> Problem details: Go through the records and copy each line where the string "count" occurs.

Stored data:
--------------------
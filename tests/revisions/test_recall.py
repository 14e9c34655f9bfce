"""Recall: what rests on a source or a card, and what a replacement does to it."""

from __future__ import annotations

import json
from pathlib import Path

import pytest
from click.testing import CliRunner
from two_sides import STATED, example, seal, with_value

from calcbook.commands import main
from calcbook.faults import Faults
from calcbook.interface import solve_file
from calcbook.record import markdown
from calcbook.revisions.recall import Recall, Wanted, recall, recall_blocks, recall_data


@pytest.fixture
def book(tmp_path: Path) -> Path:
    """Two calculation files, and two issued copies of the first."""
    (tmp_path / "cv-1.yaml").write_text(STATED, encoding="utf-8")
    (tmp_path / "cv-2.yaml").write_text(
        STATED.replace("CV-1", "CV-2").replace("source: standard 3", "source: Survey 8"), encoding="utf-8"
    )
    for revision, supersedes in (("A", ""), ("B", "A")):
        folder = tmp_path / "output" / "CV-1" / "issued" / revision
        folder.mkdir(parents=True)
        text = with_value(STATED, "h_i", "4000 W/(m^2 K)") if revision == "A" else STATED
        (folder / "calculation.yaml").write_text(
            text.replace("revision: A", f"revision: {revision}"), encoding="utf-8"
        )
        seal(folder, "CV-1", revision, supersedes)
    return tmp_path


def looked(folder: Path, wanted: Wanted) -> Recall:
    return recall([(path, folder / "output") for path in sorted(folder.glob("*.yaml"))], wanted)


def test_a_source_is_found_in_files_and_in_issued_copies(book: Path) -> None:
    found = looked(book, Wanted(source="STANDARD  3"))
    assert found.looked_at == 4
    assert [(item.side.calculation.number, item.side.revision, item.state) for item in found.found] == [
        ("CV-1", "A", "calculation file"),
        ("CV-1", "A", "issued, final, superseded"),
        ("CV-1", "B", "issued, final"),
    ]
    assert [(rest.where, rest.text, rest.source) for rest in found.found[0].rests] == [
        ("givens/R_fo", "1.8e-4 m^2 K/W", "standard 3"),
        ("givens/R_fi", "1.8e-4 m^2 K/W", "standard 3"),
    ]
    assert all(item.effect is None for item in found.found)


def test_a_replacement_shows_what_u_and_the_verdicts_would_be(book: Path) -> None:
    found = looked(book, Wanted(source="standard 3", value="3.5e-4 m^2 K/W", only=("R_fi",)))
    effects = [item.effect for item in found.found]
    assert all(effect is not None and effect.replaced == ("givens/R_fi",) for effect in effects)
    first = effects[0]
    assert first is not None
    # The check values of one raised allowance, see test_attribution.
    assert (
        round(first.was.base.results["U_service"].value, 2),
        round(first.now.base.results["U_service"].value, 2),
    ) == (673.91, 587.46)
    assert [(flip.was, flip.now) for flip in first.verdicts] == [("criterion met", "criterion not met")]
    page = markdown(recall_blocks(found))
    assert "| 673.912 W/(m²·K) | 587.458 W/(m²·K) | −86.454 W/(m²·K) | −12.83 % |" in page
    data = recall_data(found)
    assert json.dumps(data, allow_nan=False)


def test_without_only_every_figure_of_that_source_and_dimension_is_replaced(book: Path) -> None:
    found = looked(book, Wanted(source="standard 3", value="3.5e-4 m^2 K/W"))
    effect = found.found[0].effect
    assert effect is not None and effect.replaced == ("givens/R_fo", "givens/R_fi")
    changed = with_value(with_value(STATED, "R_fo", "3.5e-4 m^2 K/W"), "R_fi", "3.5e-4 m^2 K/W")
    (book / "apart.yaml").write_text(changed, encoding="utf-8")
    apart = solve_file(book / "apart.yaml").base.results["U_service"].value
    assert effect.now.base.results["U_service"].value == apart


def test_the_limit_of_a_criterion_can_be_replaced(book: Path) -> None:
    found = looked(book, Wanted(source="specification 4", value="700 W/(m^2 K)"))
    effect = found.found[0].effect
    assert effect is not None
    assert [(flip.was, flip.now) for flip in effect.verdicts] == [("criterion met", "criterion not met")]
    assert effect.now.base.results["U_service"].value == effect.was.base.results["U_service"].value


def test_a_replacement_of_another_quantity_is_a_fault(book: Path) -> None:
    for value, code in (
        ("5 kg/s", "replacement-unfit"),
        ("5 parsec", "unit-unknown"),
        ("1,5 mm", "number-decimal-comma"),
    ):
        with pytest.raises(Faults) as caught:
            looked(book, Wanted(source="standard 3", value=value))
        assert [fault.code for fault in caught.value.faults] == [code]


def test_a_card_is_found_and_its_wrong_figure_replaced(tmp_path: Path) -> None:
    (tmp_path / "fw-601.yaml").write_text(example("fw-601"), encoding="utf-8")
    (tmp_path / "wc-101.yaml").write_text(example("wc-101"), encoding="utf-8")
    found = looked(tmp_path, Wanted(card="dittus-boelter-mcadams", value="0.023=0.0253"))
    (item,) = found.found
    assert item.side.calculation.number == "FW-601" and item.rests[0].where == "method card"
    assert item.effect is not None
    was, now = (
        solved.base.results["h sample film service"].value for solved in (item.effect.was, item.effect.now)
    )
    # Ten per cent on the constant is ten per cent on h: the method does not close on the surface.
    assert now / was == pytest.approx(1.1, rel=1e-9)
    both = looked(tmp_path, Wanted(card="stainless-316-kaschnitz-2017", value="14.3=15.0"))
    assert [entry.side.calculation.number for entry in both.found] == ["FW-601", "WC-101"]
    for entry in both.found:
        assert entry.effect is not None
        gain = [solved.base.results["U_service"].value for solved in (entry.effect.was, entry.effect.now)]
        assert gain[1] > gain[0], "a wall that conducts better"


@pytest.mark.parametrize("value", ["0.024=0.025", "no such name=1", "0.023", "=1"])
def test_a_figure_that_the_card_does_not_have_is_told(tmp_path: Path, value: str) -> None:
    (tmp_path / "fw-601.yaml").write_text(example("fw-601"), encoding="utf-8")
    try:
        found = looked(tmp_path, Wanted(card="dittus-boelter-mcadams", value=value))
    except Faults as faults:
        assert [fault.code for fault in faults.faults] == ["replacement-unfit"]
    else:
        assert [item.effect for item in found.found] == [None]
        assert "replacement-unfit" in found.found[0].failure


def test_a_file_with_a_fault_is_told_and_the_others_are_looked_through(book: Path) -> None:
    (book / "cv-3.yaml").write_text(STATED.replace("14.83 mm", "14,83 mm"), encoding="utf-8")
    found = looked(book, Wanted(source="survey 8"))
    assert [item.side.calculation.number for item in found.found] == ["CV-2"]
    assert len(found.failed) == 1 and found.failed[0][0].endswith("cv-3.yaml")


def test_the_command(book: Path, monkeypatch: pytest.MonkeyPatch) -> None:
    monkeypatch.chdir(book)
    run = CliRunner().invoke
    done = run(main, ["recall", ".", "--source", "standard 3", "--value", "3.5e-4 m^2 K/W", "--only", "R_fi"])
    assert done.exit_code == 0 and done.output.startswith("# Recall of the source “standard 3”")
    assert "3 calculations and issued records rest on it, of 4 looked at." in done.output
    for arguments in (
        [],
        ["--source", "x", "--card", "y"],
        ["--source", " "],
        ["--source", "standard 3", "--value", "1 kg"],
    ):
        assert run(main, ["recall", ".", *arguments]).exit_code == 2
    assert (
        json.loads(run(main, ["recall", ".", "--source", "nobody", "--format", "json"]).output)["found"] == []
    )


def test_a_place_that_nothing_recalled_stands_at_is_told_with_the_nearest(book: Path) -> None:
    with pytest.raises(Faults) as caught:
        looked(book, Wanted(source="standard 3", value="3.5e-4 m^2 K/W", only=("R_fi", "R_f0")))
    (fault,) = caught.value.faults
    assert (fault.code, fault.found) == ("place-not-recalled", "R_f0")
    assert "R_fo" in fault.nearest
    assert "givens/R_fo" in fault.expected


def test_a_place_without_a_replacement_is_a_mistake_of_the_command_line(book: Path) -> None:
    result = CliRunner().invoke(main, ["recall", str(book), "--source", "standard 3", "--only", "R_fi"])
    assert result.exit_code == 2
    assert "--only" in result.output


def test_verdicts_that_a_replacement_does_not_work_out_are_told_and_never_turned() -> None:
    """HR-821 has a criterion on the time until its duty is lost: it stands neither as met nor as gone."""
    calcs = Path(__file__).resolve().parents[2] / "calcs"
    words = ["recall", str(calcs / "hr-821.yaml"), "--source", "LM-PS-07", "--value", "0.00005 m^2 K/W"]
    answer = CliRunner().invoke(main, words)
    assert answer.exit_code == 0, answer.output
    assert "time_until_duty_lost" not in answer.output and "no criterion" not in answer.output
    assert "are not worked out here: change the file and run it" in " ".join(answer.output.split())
--------------------
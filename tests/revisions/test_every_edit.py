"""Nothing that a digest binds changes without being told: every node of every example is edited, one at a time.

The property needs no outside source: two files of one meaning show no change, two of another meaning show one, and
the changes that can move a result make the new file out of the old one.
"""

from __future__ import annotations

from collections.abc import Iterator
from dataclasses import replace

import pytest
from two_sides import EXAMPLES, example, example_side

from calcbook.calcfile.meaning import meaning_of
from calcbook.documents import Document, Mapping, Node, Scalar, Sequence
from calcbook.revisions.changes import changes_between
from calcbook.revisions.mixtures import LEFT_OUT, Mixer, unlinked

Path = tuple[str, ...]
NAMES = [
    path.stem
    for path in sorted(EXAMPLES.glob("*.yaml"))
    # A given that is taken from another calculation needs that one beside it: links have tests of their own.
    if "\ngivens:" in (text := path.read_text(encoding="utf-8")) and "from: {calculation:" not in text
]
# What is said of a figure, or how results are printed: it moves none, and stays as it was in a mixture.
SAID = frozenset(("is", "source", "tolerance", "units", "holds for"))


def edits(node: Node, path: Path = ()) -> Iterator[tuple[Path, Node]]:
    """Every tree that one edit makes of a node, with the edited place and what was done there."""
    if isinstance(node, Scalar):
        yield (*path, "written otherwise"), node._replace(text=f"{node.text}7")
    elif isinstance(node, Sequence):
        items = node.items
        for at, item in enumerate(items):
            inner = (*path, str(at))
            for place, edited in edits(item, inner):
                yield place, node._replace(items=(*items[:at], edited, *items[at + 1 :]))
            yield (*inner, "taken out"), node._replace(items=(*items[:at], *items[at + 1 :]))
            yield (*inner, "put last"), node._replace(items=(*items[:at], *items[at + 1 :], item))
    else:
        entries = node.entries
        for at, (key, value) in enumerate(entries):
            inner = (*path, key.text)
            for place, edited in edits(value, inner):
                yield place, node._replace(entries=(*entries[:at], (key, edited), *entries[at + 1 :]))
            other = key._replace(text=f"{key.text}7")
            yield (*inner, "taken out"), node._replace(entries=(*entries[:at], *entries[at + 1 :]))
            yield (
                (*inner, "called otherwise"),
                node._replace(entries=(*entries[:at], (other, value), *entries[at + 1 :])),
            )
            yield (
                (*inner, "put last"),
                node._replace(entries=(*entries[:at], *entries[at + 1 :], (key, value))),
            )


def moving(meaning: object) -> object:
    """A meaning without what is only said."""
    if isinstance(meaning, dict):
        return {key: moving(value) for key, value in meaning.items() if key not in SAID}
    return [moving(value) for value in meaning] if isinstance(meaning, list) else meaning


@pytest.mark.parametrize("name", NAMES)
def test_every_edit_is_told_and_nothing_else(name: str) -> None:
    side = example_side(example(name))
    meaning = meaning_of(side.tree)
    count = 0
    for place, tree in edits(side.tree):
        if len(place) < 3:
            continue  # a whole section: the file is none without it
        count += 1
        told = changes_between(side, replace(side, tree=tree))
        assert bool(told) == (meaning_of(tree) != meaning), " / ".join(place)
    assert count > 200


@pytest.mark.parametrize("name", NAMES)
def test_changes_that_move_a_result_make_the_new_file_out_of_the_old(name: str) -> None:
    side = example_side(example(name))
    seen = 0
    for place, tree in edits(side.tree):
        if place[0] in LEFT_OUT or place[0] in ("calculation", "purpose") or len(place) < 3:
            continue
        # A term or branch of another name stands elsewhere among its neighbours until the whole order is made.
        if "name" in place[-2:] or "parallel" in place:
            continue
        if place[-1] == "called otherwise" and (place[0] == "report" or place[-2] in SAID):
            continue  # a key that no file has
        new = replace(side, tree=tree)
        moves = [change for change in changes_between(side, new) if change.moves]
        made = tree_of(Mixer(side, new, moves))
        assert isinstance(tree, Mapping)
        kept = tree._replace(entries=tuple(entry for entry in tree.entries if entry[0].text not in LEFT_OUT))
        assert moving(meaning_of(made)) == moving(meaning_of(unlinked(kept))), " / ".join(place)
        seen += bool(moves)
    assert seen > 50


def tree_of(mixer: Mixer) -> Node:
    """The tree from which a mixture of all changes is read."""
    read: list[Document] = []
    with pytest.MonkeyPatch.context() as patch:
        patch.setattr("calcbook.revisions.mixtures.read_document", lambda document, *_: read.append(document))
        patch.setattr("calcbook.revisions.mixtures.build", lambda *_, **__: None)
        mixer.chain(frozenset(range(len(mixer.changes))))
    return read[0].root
--------------------
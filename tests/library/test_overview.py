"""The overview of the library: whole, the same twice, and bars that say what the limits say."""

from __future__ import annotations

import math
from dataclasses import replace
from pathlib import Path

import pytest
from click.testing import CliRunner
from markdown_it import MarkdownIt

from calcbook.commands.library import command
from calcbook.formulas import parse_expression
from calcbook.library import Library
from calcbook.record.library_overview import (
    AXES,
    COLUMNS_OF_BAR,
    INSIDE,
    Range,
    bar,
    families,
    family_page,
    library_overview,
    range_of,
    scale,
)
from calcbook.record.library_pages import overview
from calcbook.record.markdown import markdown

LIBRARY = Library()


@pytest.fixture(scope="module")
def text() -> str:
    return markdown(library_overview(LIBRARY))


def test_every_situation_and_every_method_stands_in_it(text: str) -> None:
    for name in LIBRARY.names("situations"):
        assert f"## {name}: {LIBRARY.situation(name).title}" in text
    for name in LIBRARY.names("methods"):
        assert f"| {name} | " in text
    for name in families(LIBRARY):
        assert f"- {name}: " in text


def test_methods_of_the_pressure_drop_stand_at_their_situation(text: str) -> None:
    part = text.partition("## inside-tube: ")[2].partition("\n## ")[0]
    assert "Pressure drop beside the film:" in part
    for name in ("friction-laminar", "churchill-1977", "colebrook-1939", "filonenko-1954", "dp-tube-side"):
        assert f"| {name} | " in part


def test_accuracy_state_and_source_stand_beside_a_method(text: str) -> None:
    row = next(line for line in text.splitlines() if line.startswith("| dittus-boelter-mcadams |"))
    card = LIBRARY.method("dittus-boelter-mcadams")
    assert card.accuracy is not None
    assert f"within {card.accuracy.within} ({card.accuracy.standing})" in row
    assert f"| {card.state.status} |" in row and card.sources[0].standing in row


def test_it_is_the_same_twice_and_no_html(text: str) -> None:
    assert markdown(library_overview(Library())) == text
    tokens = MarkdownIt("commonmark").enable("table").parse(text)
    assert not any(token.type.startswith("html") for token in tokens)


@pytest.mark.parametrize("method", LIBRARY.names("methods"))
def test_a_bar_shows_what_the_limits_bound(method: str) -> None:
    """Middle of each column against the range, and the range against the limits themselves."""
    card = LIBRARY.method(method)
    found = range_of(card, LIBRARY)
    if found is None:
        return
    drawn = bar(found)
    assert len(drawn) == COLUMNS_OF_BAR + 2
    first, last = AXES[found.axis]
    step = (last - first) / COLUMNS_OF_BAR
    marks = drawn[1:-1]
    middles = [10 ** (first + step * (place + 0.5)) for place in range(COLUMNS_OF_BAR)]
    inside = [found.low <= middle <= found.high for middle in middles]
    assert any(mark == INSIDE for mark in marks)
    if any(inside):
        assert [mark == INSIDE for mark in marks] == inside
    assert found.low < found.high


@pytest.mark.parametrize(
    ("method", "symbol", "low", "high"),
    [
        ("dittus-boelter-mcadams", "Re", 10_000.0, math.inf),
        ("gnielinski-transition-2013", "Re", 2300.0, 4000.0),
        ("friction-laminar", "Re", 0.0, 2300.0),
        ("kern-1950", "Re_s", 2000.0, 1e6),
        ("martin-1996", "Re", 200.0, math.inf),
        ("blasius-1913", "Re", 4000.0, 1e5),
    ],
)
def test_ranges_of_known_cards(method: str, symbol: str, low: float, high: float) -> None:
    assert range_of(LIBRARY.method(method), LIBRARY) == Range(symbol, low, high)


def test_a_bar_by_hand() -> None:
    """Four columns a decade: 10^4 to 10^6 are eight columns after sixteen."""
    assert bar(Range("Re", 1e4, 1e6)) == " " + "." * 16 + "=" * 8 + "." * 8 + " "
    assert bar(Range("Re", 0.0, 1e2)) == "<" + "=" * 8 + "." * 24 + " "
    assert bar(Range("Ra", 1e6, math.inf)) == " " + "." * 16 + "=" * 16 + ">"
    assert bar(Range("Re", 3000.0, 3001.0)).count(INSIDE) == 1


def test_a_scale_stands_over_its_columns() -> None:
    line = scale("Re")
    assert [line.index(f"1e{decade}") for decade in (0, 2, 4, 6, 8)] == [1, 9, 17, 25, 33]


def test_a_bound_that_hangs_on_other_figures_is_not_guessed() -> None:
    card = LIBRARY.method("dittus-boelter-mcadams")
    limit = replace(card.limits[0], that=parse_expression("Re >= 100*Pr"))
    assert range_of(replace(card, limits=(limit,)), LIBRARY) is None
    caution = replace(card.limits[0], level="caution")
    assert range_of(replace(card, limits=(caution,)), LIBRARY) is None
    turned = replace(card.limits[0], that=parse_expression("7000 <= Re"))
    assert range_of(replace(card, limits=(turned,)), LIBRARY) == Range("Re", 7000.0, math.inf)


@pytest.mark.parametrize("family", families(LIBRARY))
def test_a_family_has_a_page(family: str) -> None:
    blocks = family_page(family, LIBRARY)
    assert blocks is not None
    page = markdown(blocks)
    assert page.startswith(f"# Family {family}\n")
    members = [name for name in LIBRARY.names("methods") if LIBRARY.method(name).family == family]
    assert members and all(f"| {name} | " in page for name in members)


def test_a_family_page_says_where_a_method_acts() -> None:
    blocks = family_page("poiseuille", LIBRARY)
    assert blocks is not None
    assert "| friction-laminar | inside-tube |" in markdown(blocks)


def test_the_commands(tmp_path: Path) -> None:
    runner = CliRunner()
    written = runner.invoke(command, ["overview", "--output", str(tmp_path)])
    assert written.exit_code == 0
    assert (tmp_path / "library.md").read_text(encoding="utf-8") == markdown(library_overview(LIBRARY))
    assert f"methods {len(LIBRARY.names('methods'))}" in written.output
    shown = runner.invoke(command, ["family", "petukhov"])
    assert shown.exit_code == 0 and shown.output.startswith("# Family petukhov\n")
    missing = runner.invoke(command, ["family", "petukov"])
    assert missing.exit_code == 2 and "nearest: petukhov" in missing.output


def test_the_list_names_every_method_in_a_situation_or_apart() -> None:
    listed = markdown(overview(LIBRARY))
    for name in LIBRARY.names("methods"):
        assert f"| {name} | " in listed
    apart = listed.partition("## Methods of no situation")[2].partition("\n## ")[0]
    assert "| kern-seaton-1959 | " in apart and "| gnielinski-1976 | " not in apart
--------------------
> Exercise output:
    count = 0
        count += 1
    assert count > 200
    assert bar(Range("Re", 3000.0, 3001.0)).count(INSIDE) == 1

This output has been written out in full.